New question deleted. It can be found here.
"$\Leftarrow$" is obvious. For "$\Rightarrow$" we set $\sigma_k^2 = \mathbb{E}(X_k^2)$, $$M_n := \sum_{k=1}^n X_k \qquad \quad A_n := \sum_{k=1}^n \sigma_k^2.$$ Using the independence of the random variables, it is not difficult to see that $(M_n^2-A_n)_{n \geq 0}$ is a martingale (with respect to the canonical filtration). For $r>0$ we define a stopping time $\tau$ by
$$\tau := \inf\{n; |M_n| > r\}.$$
Since, by assumption,
$$\mathbb{P} \left( \sup_{n \in \mathbb{N}} \left| \sum_{k=1}^n X_k \right|<\infty \right)>0$$
we have $$\mathbb{P}(\tau=\infty)>0 \tag{1}$$ for $r$ sufficiently large.

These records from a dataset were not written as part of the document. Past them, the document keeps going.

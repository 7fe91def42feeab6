"""What a layer family is: the circuit it builds for the model, the space it runs on, its native
cost and its export. Concrete families live in sibling modules and register themselves."""

from __future__ import annotations

from abc import ABC, abstractmethod
from dataclasses import dataclass, field
from typing import TYPE_CHECKING, Any, ClassVar

import numpy as np
import scipy.sparse as sp

from circuits.circuit import ParametrizedCircuit
from circuits.layers import NativeLayerSpec
from lgt.basis import PhysicalBasis
from lgt.model import ModelParams

if TYPE_CHECKING:  # imported for annotations only (budget imports the registry at run time)
    from lgt.variational.budget import CircuitCost, Costing

#: Spaces a family's circuit can act on: the Gauss-law (physical) subspace or the d^K link register.
SPACES = ("physical", "register")


@dataclass
class ModelAnsatz:
    """A parameterised circuit for the model together with the space it acts on.

    Attributes
    ----------
    family : name of the registered layer family that built it
    space : {"physical", "register"}
    circuit : ParametrizedCircuit
    hamiltonian : sparse matrix of H in the circuit's space (zero off the physical subspace
        on the register).
    basis : PhysicalBasis
    layers : number of layers D
    labels : per-gate label within a layer (``"hopping3"``, ``"mass1"`` …; empty if unnamed)
    """

    family: str
    space: str
    circuit: ParametrizedCircuit
    hamiltonian: sp.csr_matrix
    basis: PhysicalBasis
    layers: int
    labels: list[str] = field(default_factory=list)

    @property
    def n_params(self) -> int:
        return self.circuit.n_params

    def embed(self, physical_vector: np.ndarray) -> np.ndarray:
        """A physical-subspace vector as a vector of the circuit's space."""
        v = np.asarray(physical_vector, dtype=np.complex128)
        return v if self.space == "physical" else self.basis.to_register(v)

    def to_physical(self, vector: np.ndarray) -> tuple[np.ndarray, float]:
        """(physical components, leaked weight) of a vector of the circuit's space."""
        if self.space == "physical":
            return np.asarray(vector), 0.0
        return self.basis.from_register(vector)


@dataclass(frozen=True)
class LayerOptions:
    """What a family may read when it builds layers (from ``[variational]``).

    angles : ``"term"`` (one angle per gate) or ``"type"`` (one per term type), for families
        that share angles; spec : the native brickwork layer of the hardware profile.
    """

    angles: str = "term"
    spec: NativeLayerSpec = field(default_factory=NativeLayerSpec)

    @classmethod
    def from_settings(cls, settings) -> "LayerOptions":
        """Options of a :class:`~lgt.variational.settings.VariationalSettings`."""
        return cls(settings.angles, settings.native_spec())


class LayerFamily(ABC):
    """A layer family: D layers of gates that are the identity at zero parameters.

    Class attributes: ``name`` (the ``[variational] family`` value), ``summary`` (one line for
    messages and docs) and ``fit_space`` (where fits run by default: ``"physical"`` for layers
    that keep Gauss's law, ``"register"`` otherwise).
    """

    name: ClassVar[str]
    summary: ClassVar[str]
    fit_space: ClassVar[str]

    def unavailable(self, params: ModelParams) -> str | None:
        """Why this family cannot be fitted for ``params`` (None when it can)."""
        return None

    @abstractmethod
    def build(self, basis: PhysicalBasis, layers: int, options: LayerOptions,
              space: str | None = None) -> ModelAnsatz:
        """``layers`` layers on ``space`` (default :attr:`fit_space`)."""

    @abstractmethod
    def native_cost(self, ansatz: ModelAnsatz, costing: "Costing") -> "CircuitCost":
        """Native gate counts, predicted fidelity and duration of the whole D-layer circuit."""

    def export(self, basis: PhysicalBasis, layers: int, options: LayerOptions,
               parameters: np.ndarray, profile: Any, form: str = "native") -> list[dict[str, Any]]:
        """One circuit document (docs/circuits.md format) per row of ``parameters``, in register
        form (what a lab runs): ``form="native"`` the profile's native gates only (exact blocks of
        :mod:`circuits.native_export`), ``form="generator"`` the circuit's own gates."""
        from circuits.export import to_dict
        from circuits.native_export import native_circuit, native_document

        ansatz = self.build(basis, layers, options, space="register")
        rows = np.atleast_2d(parameters)
        if form == "generator":
            return [to_dict(ansatz.circuit, row) for row in rows]
        gate_set, blocks = profile.gate_set(basis.params.levels), {}
        return [native_document(native_circuit(ansatz.circuit, row, gate_set, blocks), profile) for row in rows]

    def deepen(self, params: np.ndarray, shallow: ModelAnsatz, deep: ModelAnsatz) -> np.ndarray:
        """Parameters of ``deep`` giving the same state as ``params`` on ``shallow``: the extra
        layers at zero angles (the identity), appended after the shallow ones."""
        out = np.zeros(deep.n_params)
        out[:shallow.n_params] = params
        return out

By the optional stopping theorem,
$$\mathbb{E}(M_{n \wedge \tau}^2-A_{n \wedge \tau})=0;$$
hence,
$$\mathbb{E}A_{n \wedge \tau} = \mathbb{E}(M_{n \wedge \tau}^2) \leq (K+r)^2. \tag{2}$$
By $(1)$, we have $\tau(\omega)= \infty$ for each $\omega \in A$ for $r$ sufficiently large and some set $A \in \mathcal{A}$ such that $\mathbb{P}(A)>0$. Therefore, $(2)$ implies by the monotone convergence theorem
$$\sum_{k=1}^{\infty} \sigma_k^2 < \infty.$$
This means that
$$\mathbb{E} \left[ \left( \sum_{j=1}^{\infty} X_j \right)^2 \right] = \sum_{j=1}^{\infty} \mathbb{E}(X_j^2) = \sum_{j=1}^{\infty} \sigma_j^2 <\infty.$$
In particular, $\sum_{j=1}^{\infty} X_j<\infty$ almost surely.